São essas questões que não perderam a atualidade nos dias de hoje, seja na Europa ou no Brasil.

Eleni Varikas

Professora de Teoria Política na Universidade Paris-VIII

e integrante do laboratório Gênero, Trabalho, Mobilidade.

Tradução de Miriam Nobre

Notas

[1] Viagem pela França. (N. T.)

[2] Breton, André. Le surréalisme même. Paris: J.J. Pauvet, 1957.

[3] Armogathe, Daniel e Grandjonc. “Introduction”. In: Tristán, Flora. Union ouvrière. Paris: Ed. de Femmes, 1986.

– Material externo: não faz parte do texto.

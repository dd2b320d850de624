package server

import (
	"context"
	"io"
	"strconv"

	"github.com/labstack/echo/v4"

	"tripwell/export/intake"
	"tripwell/export/results"
)

// outcomesSent is the most rows of a report that go to a command; the counts are of all, and rows that are not in come
// whole in their own file.
const outcomesSent = 500

// ownImportReadings takes readings, or past results, as CSV or XLSX in the body and answers as work does; its report is
// results.Report. Query: by (person), name (of the file), ask (so many bytes of the body, before the file, are a
// results.Ask).
func (s *Server) ownImportReadings(c echo.Context) error {
	by, err := s.ownBy(c)
	if err != nil {
		return err
	}
	body := c.Request().Body
	ask, err := askBefore(c.QueryParam("ask"), body)
	if err != nil {
		return err
	}
	return s.work(c, func(ctx context.Context, progress func(done, total int64)) (any, error) {
		book, err := results.Open(c.QueryParam("name"), body, intake.Caps{Bytes: importLimit})
		if err != nil {
			return nil, err
		}
		report, err := results.Import(ctx, s.store, by, book, ask, func(done, total int) { progress(int64(done), int64(total)) })
		report.Shorten(outcomesSent)
		return report, err
	})
}

// askBefore reads the ask that stands before a file; length "" is none.
func askBefore(length string, body io.Reader) (results.Ask, error) {
	n, err := strconv.Atoi(length)
	if length == "" {
		return results.Ask{}, nil
	}
	if err != nil || n < 0 || n > formLimit {
		return results.Ask{}, refuse(codeInvalid, "map", "What the columns mean is longer than is taken here. Leave out the columns that are not needed.")
	}
	raw := make([]byte, n)
	if _, err := io.ReadFull(body, raw); err != nil {
		return results.Ask{}, refuse(codeInvalid, "map", "What the columns mean was cut short. Send it again.")
	}
	return results.ParseAsk(raw)
}
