package server

import (
	"context"
	"time"
)

// signEvery is how often a head is signed without being asked for: whoever holds one can later prove that what it covers still
// stands, so there should be one for every hour in which something came.
const signEvery = time.Hour

// signHeads signs a head now and then every hour until ctx ends. A store that must not sign says why in the log, and goes on.
func (s *Server) signHeads(ctx context.Context) {
	tick := time.NewTicker(signEvery)
	defer tick.Stop()
	for {
		if _, err := s.store.SignedHead(); err != nil && ctx.Err() == nil {
			s.log.Warn("no head was signed", "err", err)
		}
		select {
		case <-ctx.Done():
			return
		case <-tick.C:
		}
	}
}
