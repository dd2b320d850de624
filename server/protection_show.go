package server

import (
	"net/http"
	"strings"

	"github.com/labstack/echo/v4"

	"tripwell/forms"
	"tripwell/store"
)

// protectionPage lists what of a site's ground-fault protection somebody should look at.
type protectionPage struct {
	Frame
	Crumbs              []link
	Heading, Lead, Calm string
	Actions             []link
	Groups              []gapGroup
	ListNote            string
	ListHref            string
}

// gapGroup is one reason with the outlets it is said of.
type gapGroup struct {
	Mark  mark
	Text  string
	Print bool // the markings it needs can be printed here
	More  string
	more  int
	Rows  []gapRow
}

// gapRow is one outlet of a gap.
type gapRow struct {
	Href, Spot, Tag, Where, Kind, Circuit, Critical string
	Why                                             string // the sentence about this one
	By                                              link   // the protector meant
	marking                                         bool   // it needs one
}

func (s *Server) protectionShow(c echo.Context) error {
	view := protectionPage{Frame: s.frame(c, s.words.Say("office.protection.title"), "sites")}
	err := s.store.View(scope(c), func(v *store.View) error {
		site, err := v.Site(c.Param("site"))
		if err != nil {
			return err
		}
		gaps, p, err := v.ProtectionGaps(site.ID, s.today(site))
		if err != nil {
			return err
		}
		usual, of, err := v.UsualPlaces(site.ID, s.today(site))
		if err != nil {
			return err
		}
		s.buildProtection(site, gaps, p, &view)
		s.usualNote(site, usual, of, &view)
		return nil
	})
	if err != nil {
		return err
	}
	if view.Change {
		view.ListHref += "/usual-places"
	} else {
		view.ListHref = ""
	}
	if may(c, office) {
		for i := range view.Groups {
			g := &view.Groups[i]
			g.Print = g.Rows[0].marking
		}
	}
	return s.page(c, http.StatusOK, "protection.html", view)
}

func (s *Server) buildProtection(site store.Site, gaps []store.ProtectionGap, p *store.Protection, view *protectionPage) {
	k := s.ink()
	outlets := map[string]bool{}
	for _, g := range gaps {
		if n := len(view.Groups); n == 0 || view.Groups[n-1].Mark.Word != k.say("office.protection.gap."+g.Why) {
			view.Groups = append(view.Groups, gapGroup{Mark: mark{gapShape(g.Why), k.say("office.protection.gap." + g.Why)}, Text: k.say("office.protection.text." + g.Why)})
		}
		group := &view.Groups[len(view.Groups)-1]
		if len(group.Rows) < registerRows {
			group.Rows = append(group.Rows, s.gapRow(p, g))
		} else {
			group.more++
			group.More = k.say("office.protection.more", "n", group.more)
		}
		outlets[g.Device.ID] = true
	}
	view.Title = k.say("office.protection.title_of", "site", site.Name)
	view.Crumbs = []link{{Href: siteHref(site), Text: site.Name}, {Href: siteHref(site) + "/circuits", Text: k.say("office.circuit.list")}}
	if view.Heading = k.say("office.protection.heading", "n", len(outlets), "site", site.Name); len(outlets) == 0 {
		view.Heading, view.Calm = k.say("office.protection.calm", "site", site.Name), k.say("office.protection.calm_text")
	}
	view.Lead = k.say("office.protection.lead")
}

// usualNote says which list of places the page looked for, and leads to it.
func (s *Server) usualNote(site store.Site, usual *forms.UsualPlaces, of string, view *protectionPage) {
	k := s.ink()
	view.ListHref = siteHref(site)
	if usual == nil || usual.Standard != "" && site.Standard != "" && usual.Standard != site.Standard {
		view.ListNote = k.say("office.protection.list_other", "standard", site.Standard)
		return
	}
	var names []string
	for _, p := range usual.Places {
		if !p.Off {
			names = append(names, lowerFirst(p.Name))
		}
	}
	key := "office.protection.list_organisation"
	if of == store.BySite {
		key = "office.protection.list_site"
	}
	view.ListNote = k.say(key, "places", strings.Join(names, "; "))
}

func gapShape(why string) string {
	switch why {
	case store.GapUntested:
		return "none"
	case store.GapOverdue, store.GapMarking, store.GapLoop:
		return "watch"
	}
	return "fail"
}

func (s *Server) gapRow(p *store.Protection, g store.ProtectionGap) gapRow {
	k, d := s.ink(), g.Device
	row := gapRow{Href: "/devices/" + d.ID, Spot: s.spot(d.DeviceRow), Tag: k.tag(d.Tag), Where: d.Place.Context(), Kind: k.named("kind", d.Kind), Circuit: circuit(d.DeviceRow), Critical: d.Place.CriticalLoad, marking: g.Marking != ""}
	if by, ok := p.Device(g.By); ok && g.By != d.ID {
		row.By = link{Href: "/devices/" + by.ID, Text: joined(s.spot(by.DeviceRow), circuit(by.DeviceRow))}
	}
	switch {
	case g.Why == store.GapMarking:
		row.Why = k.say("office.protection.marking." + g.Marking)
	case g.Why == store.GapNone && g.Usual.Place == "":
		row.Why = k.say("office.protection.by_what")
	case g.Why == store.GapNone && g.ByName:
		row.Why = k.say("office.protection.usual_by_name", "place", lowerFirst(g.Usual.Name), "source", g.Usual.Source)
	case g.Why == store.GapNone:
		row.Why = k.say("office.protection.usual", "place", lowerFirst(g.Usual.Name), "source", g.Usual.Source)
	}
	return row
}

[4] Referência ao fraudulento processo que resultou na condenação, em 1894, do capitão da artilharia francesa, o judeu Alfred Dreyfus, à prisão perpétua por traição à pátria. Após a decisão judicial, houve uma série de revelações sobre as irregularidades do processo, o que gerou uma campanha por sua libertação, algo que veio a ocorrer em julho de 1906. (N. E.)